Molte false situazioni altruistiche nascono in realtà da autentiche debolezze umane. Per esempio la classica affermazione: "ho sacrificato tutta la mia vita per i figli e la famiglia” nasconde assai spesso una diversa interpretazione: "mi sono dedicata ai figli perché ciò mi appagava più di ogni altra mia possibile scelta diversa”. E c'è da aggiungere che spesso la gratificazione personale non basta ed allora si rimprovera ai figli di non mostrare la "dovuta" gratitudine.

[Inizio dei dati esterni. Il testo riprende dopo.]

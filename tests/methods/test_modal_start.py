"""Pole relocation, delay scan, forward selection and score test, each on its own."""

import numpy as np
import pytest

from identkit.methods.delay_scan import STEP, scan_delay
from identkit.methods.modal_least_squares import starting_poles
from identkit.methods.modal_problem import ModalProblem, ModelShape, as_reals
from identkit.methods.modal_solution import scale_data, solve
from identkit.methods.order_selection import (
    forward_selection,
    information_criterion,
    score_test,
    wald_statistics,
)
from identkit.methods.order_settling import resized
from identkit.methods.pole_relocation import relocate_poles, starting_sections, zeros_of_sigma
from tests.methods.invented_plants import draw


def scaled(drawn):
    return scale_data(drawn.frequency, drawn.response, drawn.variance)


@pytest.mark.parametrize("base", ["none", "free"])
def test_relocation_finds_poles_of_clean_data(base):
    drawn = draw(np.random.default_rng(2), base=base, modes=5, noise=1e-6, delay=False)
    data = scaled(drawn)
    stiffness, rate = relocate_poles(
        data, 0.0, *starting_sections(data.x, 5), double_integrator=base == "free", iterations=10
    )
    found = np.sqrt(stiffness) * data.reference / (2 * np.pi)
    np.testing.assert_allclose(found, drawn.truth.modal_frequency, rtol=1e-5)
    np.testing.assert_allclose(rate / 2 / np.sqrt(stiffness), drawn.truth.damping_ratio, rtol=1e-3)


def test_zeros_of_sigma_are_roots_of_the_numerator():
    stiffness, rate = np.array([1.0, 4.0]), np.array([0.1, 0.3])
    sigma = np.array([0.3, -0.2, 0.05, 0.1, 1.0])
    first, second = (np.array([1.0, r, a]) for r, a in zip(rate, stiffness, strict=True))
    top = np.polymul(first, second) * sigma[-1]
    top = np.polyadd(top, np.polymul([sigma[2], sigma[0]], second))
    top = np.polyadd(top, np.polymul([sigma[3], sigma[1]], first))
    roots = np.roots(top)
    found, slope = zeros_of_sigma(stiffness, rate, sigma)
    expected = np.sort(np.abs(roots[roots.imag > 0]) ** 2)
    np.testing.assert_allclose(np.sort(found), expected, rtol=1e-10)
    assert np.all(slope > 0)


def test_delay_scan_comes_within_a_step():
    drawn = draw(np.random.default_rng(4), modes=5)
    data = scaled(drawn)
    poles = starting_poles(drawn.truth, data.reference)
    rows = ModalProblem(data, ModelShape("pivot", 5)).columns(poles)
    delays, costs = scan_delay(data, rows)
    assert abs(delays[np.argmin(costs)] - poles.delay) <= STEP


def test_forward_selection_takes_what_is_there():
    rng = np.random.default_rng(0)
    rows = rng.standard_normal((9, 500))
    target = 5.0 * rows[0] + 3.0 * rows[4] - 2.0 * rows[7] + 0.1 * rng.standard_normal(500)
    groups = np.arange(8)
    assert forward_selection(rows, target, 1, groups, threshold=1.0, count=None) == [3, 6]
    assert forward_selection(rows, target, 1, groups, threshold=1.0, count=1) == [3]
    assert forward_selection(rows[:1], target, 1, groups[:0], threshold=1.0, count=None) == []


def test_forward_selection_does_not_take_a_column_twice():
    rng = np.random.default_rng(1)
    one = rng.standard_normal(300)
    rows = np.array([one, one, rng.standard_normal(300)])
    taken = forward_selection(rows, one, 0, np.arange(3), threshold=1e-6, count=2)
    assert len({*taken} & {0, 1}) >= 1
    assert taken[0] in (0, 1)


def fitted_without(drawn, missing, general=False):
    data = scaled(drawn)
    poles = starting_poles(drawn.truth, data.reference)
    pivot = int(drawn.truth.base == "pivot")
    shape = ModelShape(drawn.truth.base, drawn.truth.modal_frequency.size, general=general)
    whole = solve(ModalProblem(data, shape), poles)
    assert whole.shape.sections == poles.log_frequency.size == pivot + shape.modes
    return whole, resized(whole, drop=missing)


@pytest.mark.parametrize("general", [False, True])
def test_score_test_points_at_the_missing_mode(general):
    drawn = draw(np.random.default_rng(6), modes=5, general=general)
    whole, less = fitted_without(drawn, 2, general)
    best = score_test(less)[0]
    place = whole.poles.log_frequency[1 + 2]
    assert abs(best.log_frequency - place) < 2.0 * np.exp(whole.poles.log_damping[1 + 2])
    again = resized(less, add=best)
    assert again.cost == pytest.approx(whole.cost, rel=1e-3)


def test_score_test_is_quiet_where_nothing_is_missing():
    gains = []
    for seed in range(6):
        drawn = draw(np.random.default_rng(seed), modes=3)
        whole, _ = fitted_without(drawn, 0)
        gains.append(score_test(whole)[0].gain)
    assert max(gains) < 30.0


def test_gain_of_a_candidate_is_the_decrease_with_poles_held():
    drawn = draw(np.random.default_rng(7), modes=4)
    _, less = fitted_without(drawn, 1)
    best = score_test(less)[0]
    data = less.problem.data
    x, s = data.x, 1j * data.x
    natural, damping = np.exp(best.log_frequency), np.exp(best.log_damping)
    column = as_reals(data.weight / (natural**2 + 2 * damping * natural * s + s * s))
    rows = np.concatenate([less.state.columns, less.problem.derivatives(less.state)])
    design = np.concatenate([rows, column[None]])
    design = (design / np.linalg.norm(design, axis=1)[:, None]).T
    left = less.state.residual
    for columns, expected in ((design, best.gain), (design[:, :-1], 0.0)):
        fitted = columns @ np.linalg.lstsq(columns, left)[0]
        assert fitted @ fitted == pytest.approx(expected, rel=1e-4, abs=1e-2)
    assert x.size == 1200


def test_wald_statistic_is_the_squared_significance():
    drawn = draw(np.random.default_rng(9), modes=4)
    whole, _ = fitted_without(drawn, 0)
    assert wald_statistics(whole).shape == (4,)
    assert np.all(wald_statistics(whole) > 25.0)


def test_information_criterion_prices_parameters_and_places():
    assert information_criterion(10.0, 2.0, 0, 0, 100) == 5.0
    step = information_criterion(0.0, 1.0, 3, 1, 100)
    assert step == pytest.approx(3 * np.log(200) + 2 * np.log(100))
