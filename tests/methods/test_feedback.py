"""Closing loops, and the bilinear map there and back."""

import numpy as np
import pytest

from identkit.methods.feedback import (
    bent,
    close_lower,
    closed_loop_poles,
    is_stable,
    sampled_to_continuous,
    sensitivity,
    straightened,
)
from identkit.methods.state_space import StateSpace, frequency_response
from identkit.plant_set.fields import Matrices
from identkit.plant_set.response import evaluation_points, state_space_response
from identkit.plant_set.sample import sampled

PERIOD = 1e-3
GRID = np.geomspace(1.0, 400.0, 40)


def drawn(states, outputs, inputs, seed):
    generator = np.random.default_rng(seed)
    a = 300.0 * generator.standard_normal((states, states)) - 900.0 * np.eye(states)
    return StateSpace(
        a,
        generator.standard_normal((states, inputs)),
        300.0 * generator.standard_normal((outputs, states)),
        0.1 * generator.standard_normal((outputs, inputs)),
    )


def test_closing_a_loop_is_the_lower_fraction_at_every_frequency():
    around, controller = drawn(5, 3, 4, 1), drawn(2, 2, 1, 2)
    controller = StateSpace(
        controller.A, controller.B[:, :1], controller.C[:2], controller.D[:2, :1]
    )
    closed = frequency_response(close_lower(around, controller), GRID)
    m, k = frequency_response(around, GRID), frequency_response(controller, GRID)
    # one measured output, two inputs driven: w are the first two inputs, z the first two outputs
    inner = np.linalg.solve(np.eye(2) + k @ m[:, 2:, 2:], k @ m[:, 2:, :2])
    expected = m[:, :2, :2] - m[:, :2, 2:] @ inner
    np.testing.assert_allclose(closed, expected, rtol=1e-9, atol=1e-12)


def test_poles_of_a_loop_known_by_hand():
    # 1/s^2 under k + s (filtered away): s^2 + 2 s + 5 from full states
    plant = StateSpace(
        np.array([[0.0, 1.0], [0.0, 0.0]]), np.array([[0.0], [1.0]]), np.eye(2), np.zeros((2, 1))
    )
    none = np.zeros((0, 0))
    controller = StateSpace(none, np.zeros((0, 2)), np.zeros((1, 0)), np.array([[5.0, 2.0]]))
    poles = np.sort_complex(closed_loop_poles(plant, controller))
    np.testing.assert_allclose(poles, [-1.0 - 2.0j, -1.0 + 2.0j], atol=1e-12)
    assert is_stable(poles)
    assert not is_stable(np.array([-1.0, 0.0j]))
    assert not is_stable(np.array([1e-3 + 5j]))


def test_sensitivity_is_the_reciprocal_of_one_plus_the_loop():
    loop = drawn(4, 1, 1, 3)
    expected = 1.0 / (1.0 + frequency_response(loop, GRID)[:, 0, 0])
    np.testing.assert_allclose(
        frequency_response(sensitivity(loop), GRID)[:, 0, 0], expected, rtol=1e-10
    )


def test_the_image_of_a_sampled_system_has_its_response_at_bent_frequencies():
    continuous = drawn(4, 1, 1, 4)
    z = sampled(Matrices(continuous.A, continuous.B, continuous.C, continuous.D), PERIOD)
    image = sampled_to_continuous(StateSpace(z.A, z.B, z.C, z.D), PERIOD)
    np.testing.assert_allclose(np.sort(image.poles()), np.sort(continuous.poles()), rtol=1e-9)
    there = state_space_response(z, evaluation_points(GRID, PERIOD))[0, 0]
    here = frequency_response(image, bent(GRID, PERIOD))[:, 0, 0]
    np.testing.assert_allclose(here, there, rtol=1e-9)
    np.testing.assert_allclose(straightened(bent(GRID, PERIOD), PERIOD), GRID, rtol=1e-12)


def test_a_loop_that_is_not_well_posed_is_refused():
    none = np.zeros((0, 0))
    minus_one = StateSpace(none, np.zeros((0, 1)), np.zeros((1, 0)), -np.ones((1, 1)))
    one = StateSpace(none, np.zeros((0, 1)), np.zeros((1, 0)), np.ones((1, 1)))
    with pytest.raises(np.linalg.LinAlgError):
        close_lower(minus_one, one)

Piuttosto che pagare "in contanti” i drammi di una rottura repentina, per esempio, questo tipo di persone preferisce pagare "a rate” un fallimento familiare, il più delle volte coinvolgendo nella quotidiana sofferenza anche gli altri componenti del nucleo, figli in particolare.
Un altro esempio potrebbe essere quello del missionario. Anche in questo caso l’altruismo è molto discutibile. Quanti preti decidono di andare in missione per soddisfare il bisogno di convertire al loro credo religioso, cioè per "evangelizzare", piuttosto che fare del bene nel rispetto del diverso? Alla base non c'è forse una precisa ambizione?
Se poi volessimo valutare più a fondo il "bene” che i missionari elargiscono, dovremmo anche fare i conti con la devastazione culturale e morale che spesso si lasciano alle loro spalle, man mano che, estirpando feticci, innestano tabù a volte peggiori.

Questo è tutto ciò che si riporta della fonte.